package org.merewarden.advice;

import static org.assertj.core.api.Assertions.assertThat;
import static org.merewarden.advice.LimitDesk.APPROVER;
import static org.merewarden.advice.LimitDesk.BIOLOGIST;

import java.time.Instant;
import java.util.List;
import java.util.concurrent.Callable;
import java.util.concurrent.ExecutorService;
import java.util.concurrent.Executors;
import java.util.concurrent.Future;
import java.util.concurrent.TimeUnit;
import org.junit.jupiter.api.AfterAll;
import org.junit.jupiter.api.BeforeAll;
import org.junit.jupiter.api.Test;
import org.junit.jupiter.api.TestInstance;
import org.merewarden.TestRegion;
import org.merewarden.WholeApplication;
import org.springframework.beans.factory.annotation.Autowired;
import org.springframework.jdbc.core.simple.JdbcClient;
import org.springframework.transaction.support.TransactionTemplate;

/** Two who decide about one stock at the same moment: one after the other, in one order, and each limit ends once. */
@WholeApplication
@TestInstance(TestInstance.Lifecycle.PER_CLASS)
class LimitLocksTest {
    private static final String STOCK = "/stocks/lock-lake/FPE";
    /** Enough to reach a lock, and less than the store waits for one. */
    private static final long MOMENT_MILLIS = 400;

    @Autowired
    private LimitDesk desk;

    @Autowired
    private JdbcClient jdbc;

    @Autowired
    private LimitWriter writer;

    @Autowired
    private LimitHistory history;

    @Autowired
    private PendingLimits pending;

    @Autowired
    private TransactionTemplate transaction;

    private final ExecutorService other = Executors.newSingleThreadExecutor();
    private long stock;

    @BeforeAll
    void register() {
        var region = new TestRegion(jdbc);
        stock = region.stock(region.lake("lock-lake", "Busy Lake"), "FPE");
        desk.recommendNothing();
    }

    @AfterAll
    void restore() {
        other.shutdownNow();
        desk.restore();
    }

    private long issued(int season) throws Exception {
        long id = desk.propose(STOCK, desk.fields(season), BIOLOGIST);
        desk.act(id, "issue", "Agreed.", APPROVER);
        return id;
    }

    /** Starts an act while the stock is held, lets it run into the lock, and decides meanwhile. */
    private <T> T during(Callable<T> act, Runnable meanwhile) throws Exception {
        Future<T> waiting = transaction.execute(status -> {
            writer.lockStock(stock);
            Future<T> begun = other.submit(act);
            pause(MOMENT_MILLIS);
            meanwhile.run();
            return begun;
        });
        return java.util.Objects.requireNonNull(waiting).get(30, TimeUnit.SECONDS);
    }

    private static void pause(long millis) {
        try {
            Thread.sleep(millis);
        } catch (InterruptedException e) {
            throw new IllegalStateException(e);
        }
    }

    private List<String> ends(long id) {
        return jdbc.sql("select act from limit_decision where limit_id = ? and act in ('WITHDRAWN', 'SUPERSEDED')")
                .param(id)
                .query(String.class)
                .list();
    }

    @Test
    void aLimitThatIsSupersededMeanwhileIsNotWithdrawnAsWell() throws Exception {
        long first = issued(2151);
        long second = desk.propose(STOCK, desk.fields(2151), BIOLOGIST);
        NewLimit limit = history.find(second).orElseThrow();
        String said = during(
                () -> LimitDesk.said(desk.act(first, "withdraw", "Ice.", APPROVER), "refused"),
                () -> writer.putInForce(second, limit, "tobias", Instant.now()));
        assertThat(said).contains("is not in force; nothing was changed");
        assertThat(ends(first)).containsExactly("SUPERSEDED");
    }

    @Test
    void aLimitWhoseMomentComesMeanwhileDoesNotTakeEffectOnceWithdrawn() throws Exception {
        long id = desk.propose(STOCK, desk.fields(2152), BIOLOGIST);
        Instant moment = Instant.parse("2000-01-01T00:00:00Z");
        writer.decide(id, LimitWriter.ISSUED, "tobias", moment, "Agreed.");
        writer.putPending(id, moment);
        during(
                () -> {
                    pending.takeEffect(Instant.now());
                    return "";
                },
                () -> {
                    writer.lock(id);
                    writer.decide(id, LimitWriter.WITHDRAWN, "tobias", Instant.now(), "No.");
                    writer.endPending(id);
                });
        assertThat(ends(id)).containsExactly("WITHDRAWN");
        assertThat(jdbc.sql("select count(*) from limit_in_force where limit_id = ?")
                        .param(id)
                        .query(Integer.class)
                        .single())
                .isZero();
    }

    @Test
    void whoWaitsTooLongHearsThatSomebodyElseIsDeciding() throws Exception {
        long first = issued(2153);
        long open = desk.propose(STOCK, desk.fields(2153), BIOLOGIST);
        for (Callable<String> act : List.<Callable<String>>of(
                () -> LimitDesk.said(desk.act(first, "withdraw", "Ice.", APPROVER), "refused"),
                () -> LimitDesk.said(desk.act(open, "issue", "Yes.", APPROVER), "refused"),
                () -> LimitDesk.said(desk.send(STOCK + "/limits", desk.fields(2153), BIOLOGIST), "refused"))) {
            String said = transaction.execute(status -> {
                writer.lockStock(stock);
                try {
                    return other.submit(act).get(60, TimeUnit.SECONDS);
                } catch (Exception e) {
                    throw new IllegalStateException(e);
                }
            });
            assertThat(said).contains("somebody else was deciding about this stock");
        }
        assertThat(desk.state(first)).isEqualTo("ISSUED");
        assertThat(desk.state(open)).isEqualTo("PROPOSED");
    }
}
##########
EXERCISE DETAILS -> Exactly as written, please transcribe the lines from the start of the records above to the line that holds "import org.springframework.beans.factory.annotation.Autowired;", both ends included.

TASK ANSWER ->
package org.merewarden.advice;

import static org.assertj.core.api.Assertions.assertThat;
import static org.merewarden.advice.LimitDesk.APPROVER;
import static org.merewarden.advice.LimitDesk.BIOLOGIST;

import java.time.Instant;
import java.util.List;
import java.util.concurrent.Callable;
import java.util.concurrent.ExecutorService;
import java.util.concurrent.Executors;
import java.util.concurrent.Future;
import java.util.concurrent.TimeUnit;
import org.junit.jupiter.api.AfterAll;
import org.junit.jupiter.api.BeforeAll;
import org.junit.jupiter.api.Test;
import org.junit.jupiter.api.TestInstance;
import org.merewarden.TestRegion;
import org.merewarden.WholeApplication;
import org.springframework.beans.factory.annotation.Autowired;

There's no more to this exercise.